The Korean War is especially important, considering its historical placement. Sandwiched between World War II and the Vietnam War, people can easily overlook it.

Indeed, when Thorpe asked his team what they knew of it, he said, the responses could be summed up as ‘not much.’

A North Korean Drawing, Pencil on Paper; by Hugh Cabot; 1953

A North Korean
Drawing, Pencil on Paper; by Hugh Cabot; 1953

“[This] compelled us to develop an exhibition and related programming to commemorate the ‘forgotten’ war and the veterans who fought to protect us from the encroachment of communism at the 38th parallel, the border dividing South Korea from its northern aggressor,” he said.

The artwork will join artifacts, archival material and other educational tools that UHM already holds to tell the story of the Korean War.

“Together, they will commemorate the sacrifices made, educate future generations about those sacrifices, and ensure we never forget the true cost of war and the true price of freedom,” said Thorpe. “The loan of the 40 works of art will provide new contexts for the exhibition, generating fresh perspectives and telling additional stories.”

Museums and public educational institutions wishing to exhibit Navy Art are generally evaluated in terms of their ability to meet basic museum standards and accessibility to the public.

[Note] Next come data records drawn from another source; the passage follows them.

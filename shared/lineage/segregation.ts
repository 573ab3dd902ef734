import type { SortedPedigree } from './sortedPedigree';
import type { FamilyKinship } from './sweep';

/**
 * What A = T D T' needs (Henderson 1976, on the scale of kinship). A family's D is `self` less `within`, a member's own share
 * of chance: with uncertain parents the usual 1/2 - (F_sire + F_dam)/4 does not hold, this difference does.
 */
export type Segregation = FamilyKinship & { sorted: SortedPedigree };

/** Turns shares of genes wanted from some nodes into the share that came through every ancestor (T' q), in place. */
export function flowUp(sorted: SortedPedigree, flow: Float64Array): void {
  const { firstNode } = sorted;
  const { start, node, share } = sorted.parents;
  for (let family = sorted.families - 1; family >= 0; family -= 1) {
    let total = 0;
    for (let member = firstNode[family] ?? 0; member < (firstNode[family + 1] ?? 0); member += 1) {
      total += flow[member] ?? 0;
    }
    if (total === 0) continue;
    for (let at = start[family] ?? 0; at < (start[family + 1] ?? 0); at += 1) {
      const parent = node[at] ?? 0;
      flow[parent] = (flow[parent] ?? 0) + total * (share[at] ?? 0);
    }
  }
}

/** The kinships (T D q) of every node with the mixture of genes that `flowUp` was given. */
export function kinshipDown({ sorted, self, within }: Segregation, flow: Float64Array): Float64Array {
  const { firstNode } = sorted;
  const { start, node, share } = sorted.parents;
  const kinship = new Float64Array(sorted.nodes);
  for (let family = 0; family < sorted.families; family += 1) {
    let shared = 0;
    for (let at = start[family] ?? 0; at < (start[family + 1] ?? 0); at += 1) {
      shared += (share[at] ?? 0) * (kinship[node[at] ?? 0] ?? 0);
    }
    const own = (self[family] ?? 0) - (within[family] ?? 0);
    for (let member = firstNode[family] ?? 0; member < (firstNode[family + 1] ?? 0); member += 1) {
      kinship[member] = shared + own * (flow[member] ?? 0);
    }
  }
  return kinship;
}

/** Adds `part` of a gene mixture drawn from a member of `family` to a flow: as much of each parent as its share. */
export function pourParents(sorted: SortedPedigree, family: number, flow: Float64Array, part = 1): void {
  const { start, node, share } = sorted.parents;
  for (let at = start[family] ?? 0; at < (start[family + 1] ?? 0); at += 1) {
    const parent = node[at] ?? 0;
    flow[parent] = (flow[parent] ?? 0) + part * (share[at] ?? 0);
  }
}

/** What a member of `family` inherits of a column through its parents: its kinship, but for its own share of chance. */
export function inherited({ parents }: SortedPedigree, family: number, kinship: Float64Array): number {
  let sum = 0;
  for (let at = parents.start[family] ?? 0; at < (parents.start[family + 1] ?? 0); at += 1) {
    sum += (parents.share[at] ?? 0) * (kinship[parents.node[at] ?? 0] ?? 0);
  }
  return sum;
}
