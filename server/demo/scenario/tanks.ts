import type { Tank } from './shape';

type Purpose = Tank['purpose'];
/** Code, place, sides in cm, water depth in cm, heater set point in °C, stand in kg, purpose. */
type Row = readonly [
  string,
  string,
  readonly [number, number, number],
  number,
  number,
  number | null,
  Purpose,
  string?,
];

const ROWS: readonly Row[] = [
  ['R1', 'Long wall, bottom left', [180, 65, 65], 60, 26, 90, 'colony'],
  ['R2', 'Long wall, bottom right', [150, 60, 60], 55, 26, 75, 'colony', 'Covers with clips: they jump'],
  ['R3', 'Long wall, top left', [150, 60, 55], 50, 26, null, 'colony', 'Covers with clips: they jump'],
  ['R4', 'Long wall, top right', [150, 60, 45], 40, 26, null, 'colony', '5 cm of fine sand'],
  ['R5', 'Corner', [110, 50, 50], 45, 25.5, 45, 'colony', 'Caves and shells, numbered from the left'],
  ['R6', 'Window side, bottom', [150, 60, 55], 50, 26, 75, 'colony'],
  ['B1', 'Door side, bottom', [150, 55, 55], 50, 26.5, 70, 'colony'],
  ['B2', 'Door side, middle', [150, 55, 55], 50, 26.5, null, 'colony'],
  ['B3', 'Door side, top', [130, 50, 50], 45, 26, null, 'colony'],
  ['D1', 'Hall upstairs', [160, 60, 60], 54, 25.5, 80, 'display'],
  ...['G1', 'G2', 'G3', 'G4', 'G5', 'G6', 'G7', 'G8', 'G9'].map(
    (code, i): Row => [
      code,
      `Middle rack, row ${1 + Math.floor(i / 3)}`,
      [100, 50, 40],
      35,
      i % 3 === 2 ? 25.5 : 26,
      null,
      'growOut',
    ],
  ),
  ...['N1', 'N2', 'N3', 'N4', 'N5', 'N6'].map(
    (code, i): Row => [code, `Nursery shelf, ${i < 3 ? 'upper' : 'lower'}`, [60, 35, 35], 30, 26.5, null, 'nursery'],
  ),
  ['E1', 'Tumbler bench', [40, 25, 25], 20, 26.5, null, 'nursery', 'Two tumblers'],
  ['E2', 'Tumbler bench', [40, 25, 25], 20, 26.5, null, 'nursery', 'Two tumblers'],
  ['E3', 'Tumbler bench', [40, 25, 25], 20, 26.5, null, 'nursery', 'One tumbler, one net box'],
  ['Q1', 'Wash room', [100, 45, 45], 40, 26, 40, 'quarantine', 'Own nets and buckets'],
  ['Q2', 'Wash room', [80, 40, 40], 35, 26, null, 'quarantine', 'Own nets and buckets'],
];

/** Glass of the usual strength for a tank of this height, mm. Common practice, no source. */
const glassMm = (heightCm: number): number => (heightCm > 55 ? 12 : heightCm > 40 ? 10 : 6);

const tenths = (cm: number): number => cm * 100;

export const TANKS: Tank[] = ROWS.map(
  ([code, place, [length, width, height], fill, heaterC, standKg, purpose, note], i) => ({
    key: `tank:${code}`,
    code,
    place,
    walkOrder: (i + 1) * 10,
    lengthTenthsMm: tenths(length),
    widthTenthsMm: tenths(width),
    heightTenthsMm: tenths(height),
    fillTenthsMm: tenths(fill),
    glassTenthsMm: glassMm(height) * 10,
    standKg,
    litres: Math.round((length * width * fill) / 1000),
    heaterC,
    purpose,
    note: note ?? null,
  }),
);

/** The water a tank is run with: hard and alkaline for fish of Lake Tanganyika, a little softer for those of Lake Malawi. */
export const waterOf = (code: string): 'tanganyika' | 'malawi' => (code.startsWith('B') ? 'malawi' : 'tanganyika');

For example, institutions without admission fees that have a public trust and service responsibility are considered the most desirable for exhibit placement. Navy and Department of Defense policy excludes institutions that operate in other than nonprofit status. All exhibits must be open to the general public without regard to race, sex, color, religion, or national origin.

Corsair Drawing, Colored Pencil on Paper; by Herbert C. Hahn; C. 1951

Corsair
Drawing, Colored Pencil on Paper; by Herbert C. Hahn; C. 1951

Although exhibits can be on display for as little as one week or as long as six months, requests for extension will be considered. There is no participation fee and the only costs are shipping and insurance. The requestor should contact the Navy Art Collection to begin the loan process at (202) 433-3815 or navyart@navy.mil. Requests will be considered based on availability of the artwork within an exhibition. After all the information has been received and reviewed, the scheduling of the loan will take place.

The artwork from the “Remembering the Forgotten War: Korea, 1950-1953” collection can also be seen here: www.history.navy.mil/our-collections/art/exhibits/conflicts-and-operations/remembering-the- forgotten-war-korea-1950-1953.html

The exhibition at UHM, titled The Forgotten War: Korea, 1950-1953, is on display in their Focus Gallery. The Museum, located at 540 Buncombe Street, Greenville, South Carolina, is open Tuesday through Saturday from 10 a.m. to 5 p.m. and on Sunday from 1 p.m. to 5 p.m.

The Naval History and Heritage Command, located at the Washington Navy Yard, is responsible for the preservation, analysis, and dissemination of U.S. naval history and heritage. It provides the knowledge foundation for the Navy by maintaining historically relevant resources and products that reflect the Navy’s unique and enduring contributions throughout our nation’s history, and supports the Fleet by assisting with and delivering professional research, analysis, and interpretive services. NHHC is composed of many activities including the Navy Department Library, the Navy Operational Archives, the Navy art and artifact collections, underwater archeology, Navy histories, nine museums, USS Constitution repair facility and the historic ship Nautilus.